Build Microservices
at Lightning Speed
A fast, lightweight, single-file Python WSGI framework. Zero dependencies. Production-grade. One file. async def supported with caveats ⚠
Python 3.8+ | v0.0.1 | Early Release | MIT | Zero Dependencies
Quick Install
Zero dependencies — only Python 3.8+ required. Every import is from the standard library. No pip install needed beyond Lcore itself.
Hello World
from lcore import Lcore
app = Lcore()
@app.route('/hello')
def hello():
return {'message': 'Hello, World!'}
app.run(host='0.0.0.0', port=8080)
Performance
WSGI throughput benchmark — 100,000 iterations × 3 runs, best of 3. Measures pure framework overhead.

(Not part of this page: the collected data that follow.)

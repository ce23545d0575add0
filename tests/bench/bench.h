/* SPDX-License-Identifier: GPL-3.0-or-later */
/** \file
 * What the benches share: contestants in turn in one process, the median of
 * several rounds, one thread by its processor time (other work on the machine
 * does not disturb it), more threads by the wall.
 *
 * A bench prints lines "name value unit", and for each row of the table that
 * tools/bench gathers a line that begins with "|". */
#ifndef EVENFIELD_TESTS_BENCH_H
#define EVENFIELD_TESTS_BENCH_H

#include <stdbool.h>
#include <stddef.h>

/** One way to do the work. */
typedef struct bench_entry {
  const char *name; /**< "ciede2000_avx2" */
  void (*run)(void *context);
  void *context;
  bool by_wall;   /**< more than one thread */
  double seconds; /**< filled: median of the rounds */
} bench_entry;

enum { BENCH_ROUNDS = 7, BENCH_MOST_ENTRIES = 16 };

/** Fills the medians. One round before them warms caches and tables. */
void bench_run(size_t n, bench_entry *entry);

/** "name value unit", to four digits. */
void bench_value(const char *name, double value, const char *unit);
/** name_ns: nanoseconds an item, of each entry. */
void bench_per_item(size_t n, const bench_entry *entry, double n_items);

/** One row of the table: how many times faster `ours` is than `peer`, and what
 * is wanted of it (0: nothing). Prints "OURS_over_PEER value times" too. */
void bench_row(const char *what, const char *peer_title,
               const bench_entry *ours, const bench_entry *peer,
               double wanted);

/** Wall time, and processor time of this thread, now, s. */
double bench_wall_s(void);
double bench_busy_s(void);

/** The line alone, for what is no row of the table. */
void bench_detail(const bench_entry *ours, const bench_entry *peer);

/** The sum of all numbers but some of the last, as fast as they can be read.
 * `value` as malloc aligns it. */
double bench_sum(size_t n, const double *value);

/** malloc, or the end with a word about it. */
void *bench_allocate(size_t count, size_t size);

#endif
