static void work_free(file_work *w) {
  colours_free(&w->colours);
  ef_weights_free(w->receptors);
  ef_weights_free(w->xyz_1931);
  ef_weights_free(w->alpha);
  ef_weights_free(w->xyz_1964);
  free(w->xyz_64);
  free(w->xyz);
  free(w->xyz_31);
  free(w->excitation);
  free(w->sums);
  free(w->xyy);
  free(w->xy);
  free(w->dominant);
  free(w->out);
}

/* The daylights, and what tells lights from them. */
static ef_status fold_daylights(file_work *w, const ef_viewing *viewing,
                                ef_error *error) {
  ef_observer *observer = ef_observer_new("cie-1964", error);
  if (observer == NULL)
    return error->status;
  ef_status status = EF_OK;
  for (size_t i = 0; i < N_DAYLIGHTS && status == EF_OK; ++i) {
    const ef_grid working = ef_grid_standard();
    double white[3];
    ef_illuminant *light = ef_illuminant_new(daylights[i], error);
    status = light == NULL ? error->status
                           : ef_observer_white(observer, EF_TRISTIMULUS, light,
                                               &working, white, error);
    ef_illuminant_free(light);
    if (status == EF_OK)
      w->daylight[i] = ef_xyz_to_uv((ef_xyz){white[0], white[1], white[2]});
  }
  w->xyz_1964 = ef_observer_weights(observer, EF_TRISTIMULUS, &w->head->grid,
                                    viewing, NULL, error);
  ef_observer_free(observer);
  w->xyz_64 = malloc(3 * BLOCK_ROWS * sizeof *w->xyz_64);
  if (w->xyz_64 == NULL)
    return message_fail(error, EF_NO_MEMORY, "out of memory for the rows");
  return status == EF_OK && w->xyz_1964 == NULL ? error->status : status;
}

static ef_status fold_more(file_work *w, const describe_scene *s,
                           ef_error *error) {
  ef_viewing viewing = ef_viewing_default(w->is_light ? NULL : s->illuminant);
  viewing.absolute = w->is_light && w->head->absolute;
  w->receptors = ef_observer_weights(s->observer, EF_RECEPTORS, &w->head->grid,
                                     &viewing, NULL, error);
  if (w->receptors == NULL)
    return error->status;
  if (!w->is_light)
    return EF_OK;
  w->alpha = ef_alpha_opic_weights(&w->head->grid, &viewing, NULL, error);
  if (w->alpha == NULL)
    return error->status;
  const ef_status status = fold_daylights(w, &viewing, error);
  if (status != EF_OK)
    return status;
  if (s->observer_1931 == NULL)
    return EF_OK;
  w->xyz_1931 = ef_observer_weights(s->observer_1931, EF_TRISTIMULUS,
                                    &w->head->grid, &viewing, NULL, error);
  return w->xyz_1931 != NULL ? EF_OK : error->status;
}

static ef_status work_init(file_work *w, const describe_scene *s,
                           const ef_reader_head *head, const ef_notes *notes,
                           ef_error *error) {
  const bool spectra = head->content == EF_CONTENT_SPECTRA;
  *w = (file_work){.head = head};
  w->is_light = head->kind == EF_LIGHT || (!spectra && head->absolute);
  ef_status status = colours_init(&w->colours, &s->basis, head, notes, error);
  if (status == EF_OK && spectra)
    status = fold_more(w, s, error);
  if (status != EF_OK)
    return status;
  w->has_white = !w->is_light;
  w->white = s->basis.white;
  w->white_level = 100.0;
  w->xyz = malloc(3 * BLOCK_ROWS * sizeof *w->xyz);
  w->xyz_31 = malloc(3 * BLOCK_ROWS * sizeof *w->xyz_31);
  w->excitation = malloc(EF_N_RECEPTORS * BLOCK_ROWS * sizeof *w->excitation);
  w->sums = malloc(EF_ALPHA_OPIC_CHANNELS * BLOCK_ROWS * sizeof *w->sums);
  w->xyy = malloc(BLOCK_ROWS * sizeof *w->xyy);
  w->xy = malloc(BLOCK_ROWS * sizeof *w->xy);
  w->dominant = malloc(BLOCK_ROWS * sizeof *w->dominant);
  w->out = malloc(BLOCK_ROWS * sizeof *w->out);
  if (w->xyy != NULL && w->xy != NULL && w->dominant != NULL && w->xyz != NULL && w->xyz_31 != NULL && w->excitation != NULL &&
      w->sums != NULL && w->out != NULL) {
    return EF_OK;
  }
  return message_fail(error, EF_NO_MEMORY, "out of memory for the rows");
}

static ef_status integrate(file_work *w, const ef_block *block, int jobs,
                           ef_error *error) {
  ef_status status =
      colours_xyz(&w->colours, block->n, block->value, jobs, w->xyz, error);
  if (status == EF_OK && w->receptors != NULL) {
    status = ef_weights_apply(w->receptors, block->n, block->value, jobs,
                              w->excitation, error);
  }
  if (status == EF_OK && w->alpha != NULL) {
    status = ef_weights_apply(w->alpha, block->n, block->value, jobs, w->sums,
                              error);
  }
  if (status == EF_OK && w->xyz_1964 != NULL) {
    status = ef_weights_apply(w->xyz_1964, block->n, block->value, jobs,
                              w->xyz_64, error);
  }
  if (status == EF_OK && w->xyz_1931 != NULL) {
    status = ef_weights_apply(w->xyz_1931, block->n, block->value, jobs,
                              w->xyz_31, error);
  }
  return status;
}

/* A light named white is what the others of its file are seen against. It is
 * looked for among the first rows. */
static void find_white(file_work *w, describe_scene *s, const ef_block *block,
                       const ef_notes *notes) {
  for (size_t i = 0; i < block->n && w->is_light && !w->has_white; ++i) {
    if (strcmp(block->name[i], "white") != 0 || !(w->xyz[3 * i + 1] > 0.0)) {
      continue;
    }
    w->white_level = w->xyz[3 * i + 1];
    const double scale = 100.0 / w->white_level;
    w->white =
        (ef_xyz){scale * w->xyz[3 * i], 100.0, scale * w->xyz[3 * i + 2]};
    w->has_white = s->has_light_white = true;
    message_note(notes,
                 "%s: L*a*b* of the lights is relative to the one named "
                 "white",
                 w->head->file);
  }
}

/* Of a part the first rows of the file may not be, and they say which light is
 * the white. */
static ef_status find_white_of_file(file_work *w, describe_scene *s,
                                    const ef_notes *notes, ef_error *error) {
  const part_range all = {0};
  if (!w->is_light)
    return EF_OK;
  ef_reader *reader = source_rows(s->options, w->head->file, &all, NULL, error);
  if (reader == NULL)
    return error->status;
  ef_block block;
  ef_status status = ef_reader_next(reader, BLOCK_ROWS, &block, error);
  if (status == EF_OK)
    status = integrate(w, &block, s->options->jobs, error);
  if (status == EF_OK)
    find_white(w, s, &block, notes);
  ef_reader_free(reader);
  return status;
}

/* ---- One row ----------------------------------------------------------- */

| Test | Lcore | Flask 3.1 | Bottle 0.13 | Lcore vs Flask |
|---|---|---|---|---|
| Plaintext | 122,715 | 30,500 | 193,368 | 4.0x |
| JSON | 95,910 | 26,403 | 137,070 | 3.6x |
| Route Params | 90,332 | 24,784 | 126,465 | 3.6x |
| Middleware (2 layers) | 53,113 | 24,261 | 117,348 | 2.2x |
| 404 Miss | 37,191 | 16,802 | 44,651 | 2.2x |
| Multi-Route (50 routes) | 96,812 | 27,488 | 145,595 | 3.5x |
| POST JSON | 62,963 | 21,149 | 95,544 | 3.0x |
Lcore is 2.2x – 4.0x faster than Flask across all 7 test scenarios. Bottle is faster still but lacks middleware, DI, security stack, and lifecycle hooks that Lcore provides out of the box.
Feature Comparison
How Lcore compares to other Python microframeworks.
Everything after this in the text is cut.